At Liberty to Sacrifice
The Founding Fathers worried that the democracy they put together would not stand for long; they knew that many factors went into a successful republic, such as subdued factions, restrained partisanship, a public that cared for its own liberty, and civic virtue among the democracy’s citizens. This last factor demonstrates that it is not just heroes, the giants on whose shoulders we stand, who must promote Americanism through service and sacrifice; to survive, these values must also be fostered by ordinary citizens, people caught in mundane times and unspectacular lives, who choose to serve their country. This service includes voting and staying informed of a politician’s behavior, but it also includes voluntary service for the community’s greater good. The sheer proportion of philanthropy in the United States that is volunteered legitimizes the nation’s love of freedom; given the free choice to be outstanding citizens or merely satisfactory ones, many Americans select the former. The American commitment to community promotes our nation and culture by making people look beyond themselves and by exercising constitutional freedoms.
A democracy requires that its citizens aim for the common good and not merely their own; otherwise, the government will never be able to function to anyone’s benefit, except perhaps to the benefit of the most powerful faction of the citizenry. The constitution protects us against this through federalism and the separation of powers, and many voters look to benefit the nation for the practical reason of preventing the threat named above, but others truly seek to help the whole nation because they believe that it is the morally right thing to do.
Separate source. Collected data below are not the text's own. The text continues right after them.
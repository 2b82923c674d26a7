using System.Diagnostics;
using CableFault.Cli.Commands;
using CableFault.History;

namespace CableFault.Tests.History;

/// <summary>
/// Separate cablefault processes against one database: one killed in the middle of its write transaction, and two
/// writing at once. The built cablefault.dll sits beside the test assembly (the test project references the CLI).
/// </summary>
public class HistoryCrashTests : IDisposable
{
    /// <summary>Guard against a child that never reaches its pause (a broken build): a hang, not a timing check.</summary>
    private static readonly TimeSpan ChildGuard = TimeSpan.FromMinutes(5);

    private readonly string _folder = Directory.CreateTempSubdirectory("cf-history-crash-").FullName;
    private string Db => Path.Combine(_folder, "runs.db");

    public void Dispose() => Directory.Delete(_folder, recursive: true);

    private Process Start(bool pause, params string[] args)
    {
        var info = new ProcessStartInfo("dotnet")
        {
            RedirectStandardOutput = true, RedirectStandardError = true, UseShellExecute = false,
        };
        info.ArgumentList.Add(Path.Combine(AppContext.BaseDirectory, "cablefault.dll"));
        foreach (string a in args) info.ArgumentList.Add(a);
        info.ArgumentList.Add("--db");
        info.ArgumentList.Add(Db);
        if (pause) info.Environment[HistoryCommand.PauseVariable] = "1";
        else info.Environment.Remove(HistoryCommand.PauseVariable);
        return Process.Start(info)!;
    }

    [Fact]
    public void ProcessKilledInsideTheWriteLeavesASoundDatabaseWithoutTheHalfWrittenTrace()
    {
        // One committed trace, the run's baseline, stored beforehand.
        using (var store = HistoryStore.Open(Db)) store.Add(HistoryFixtures.Entry("mast", 1, baseline: true));
        string trace = HistoryFixtures.WriteCsv(_folder, "new.csv", HistoryFixtures.Capture(HistoryFixtures.Installed(), seed: 9));

        using var child = Start(pause: true, "history", "add", trace, "--run", "mast", "--baseline");
        var paused = Task.Run(async () =>
        {
            // Warnings may come first; the pause line says the trace row is written and the commit not yet done.
            while (await child.StandardError.ReadLineAsync() is string line)
                if (line == "history: paused inside the write transaction") return true;
            return false;
        });
        Assert.True(paused.Wait(ChildGuard), "the child never reached its write transaction");
        Assert.True(paused.Result, "the child ended without pausing inside its write transaction");
        child.Kill(entireProcessTree: true); // SIGKILL: no clean-up, no rollback by the process
        child.WaitForExit();

        using (var store = HistoryStore.Open(Db))
        {
            Assert.Empty(store.CheckIntegrity()); // PRAGMA integrity_check "ok" and no dangling references
            var entries = store.List();
            Assert.Equal(["capture-1.csv"], entries.Select(e => e.FileName)); // the interrupted add is wholly absent
            Assert.Equal(entries[0].Id, store.CurrentBaseline("mast")!.Entry.Id);
        }

        // The same add afterwards goes through normally.
        using var again = Start(pause: false, "history", "add", trace, "--run", "mast", "--baseline");
        string error = again.StandardError.ReadToEnd();
        again.WaitForExit();
        Assert.True(again.ExitCode == 0, error);
        using var after = HistoryStore.Open(Db);
        Assert.Equal(2, after.List().Count);
        Assert.Equal("new.csv", after.CurrentBaseline("mast")!.Entry.FileName);
    }

    [Fact]
    public void TwoProcessesAddingAtOnceBothSucceed()
    {
        string a = HistoryFixtures.WriteCsv(_folder, "a.csv", HistoryFixtures.Capture(HistoryFixtures.Installed(), seed: 1));
        string b = HistoryFixtures.WriteCsv(_folder, "b.csv", HistoryFixtures.Capture(HistoryFixtures.Installed(), seed: 2));
        // Both create the database too: the schema set-up itself must also cope with a second process.
        using var first = Start(pause: false, "history", "add", a, "--run", "mast", "--baseline");
        using var second = Start(pause: false, "history", "add", b, "--run", "tower", "--baseline");
        var errors = new[] { first.StandardError.ReadToEndAsync(), second.StandardError.ReadToEndAsync() };
        first.WaitForExit();
        second.WaitForExit();
        // Each either succeeded or was told, in one line, that the database was busy.
        foreach (var (process, error) in new[] { (first, errors[0].Result), (second, errors[1].Result) })
            Assert.True(process.ExitCode == 0 || (process.ExitCode == 2 && error.Contains("busy") && error.Contains("try again")), error);
        using var store = HistoryStore.Open(Db);
        Assert.Empty(store.CheckIntegrity());
        int succeeded = (first.ExitCode == 0 ? 1 : 0) + (second.ExitCode == 0 ? 1 : 0);
        Assert.Equal(succeeded, store.List().Count);
        Assert.Equal(2, succeeded); // with a 10 s busy timeout and writes of milliseconds, neither should have to give up
    }
}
This last reason for a citizen to work for the common good rather than (and sometimes against) their own individual good is a knife honed on a whetting stone of volunteered service. Anyone who travels to an unwelcoming community for a mission trip, anyone who spends a morning sorting mountains of potatoes for the poor, and anyone who attends a weekly meeting at an important community institution knows what it means to give up something for another’s sake. Thus, the Americans who volunteer their time, effort, and/or finances for their neighbors’ sake can make a sound judgment of which national policies to advocate for the common good; their civic virtue can easily translate into better decisions for American democracy.
Constitutional freedoms, like muscles, risk a state of atrophy if they are not used. Several freedoms specified in the constitution, such as the freedom of assembly and the freedom of religion, are crucial to many of the voluntary acts of sacrifice through community service that Americans perform on a daily basis. Volunteers of all sorts, be they religious or secular, donors of time or of money, and helping the environment or the disadvantaged, need to organize themselves in order to get their work done. Naturally, when people organize something, at least some of them need to assemble; hence, volunteer service uses the freedom of assembly even though the assembly is not for a political purpose. After all, a government seeking to abridge this freedom would not care what the assembly’s purpose is for (though the citizens under that government would not be happy to see a charity harassed for holding an organizational meeting). Many service groups in the United States are religiously oriented; the people in them are motivated by faith to sacrifice for others. Spiritual charities such as these could be threatened by a government seeking to impose one religious belief; but one reason why that government would have difficulty winning popular support is that it would stymie philanthropic institutions of any religion that is not state-sponsored.
As George Washington said in his Farewell Address, “Of all the dispositions and habits which lead to political prosperity, Religion and morality are indispensable supports…A volume could not trace all their connections with private and public felicity…’Tis substantially true, that virtue or morality is a necessary spring of popular government.” This is in part because, as Abraham Lincoln said in his first inaugural address, “While the people retain their virtue and vigilance, no administration, by any extreme wickedness or folly, can very seriously injure the government in the short space of four years.” To define morality, virtue, and religion as community service and a spirit of volunteerism would be to confine them; still, the countless hours of service rendered by Americans do qualify as necessary in forming the morality and virtue that Washington and Lincoln found to be so important for our democracy’s survival. The civic virtue that our Founders craved for their new nation is fostered well by the humble sacrifice of time, sweat, energy, and money that ordinary Americans contribute to their communities, and others, on a regular basis. So long as the people of the United States recognize their moral need to look beyond their own interests, two results are secure: a spirit of volunteerism that is uniquely strong in the nation, and a democratic attitude of seeking to work for the benefit of the whole.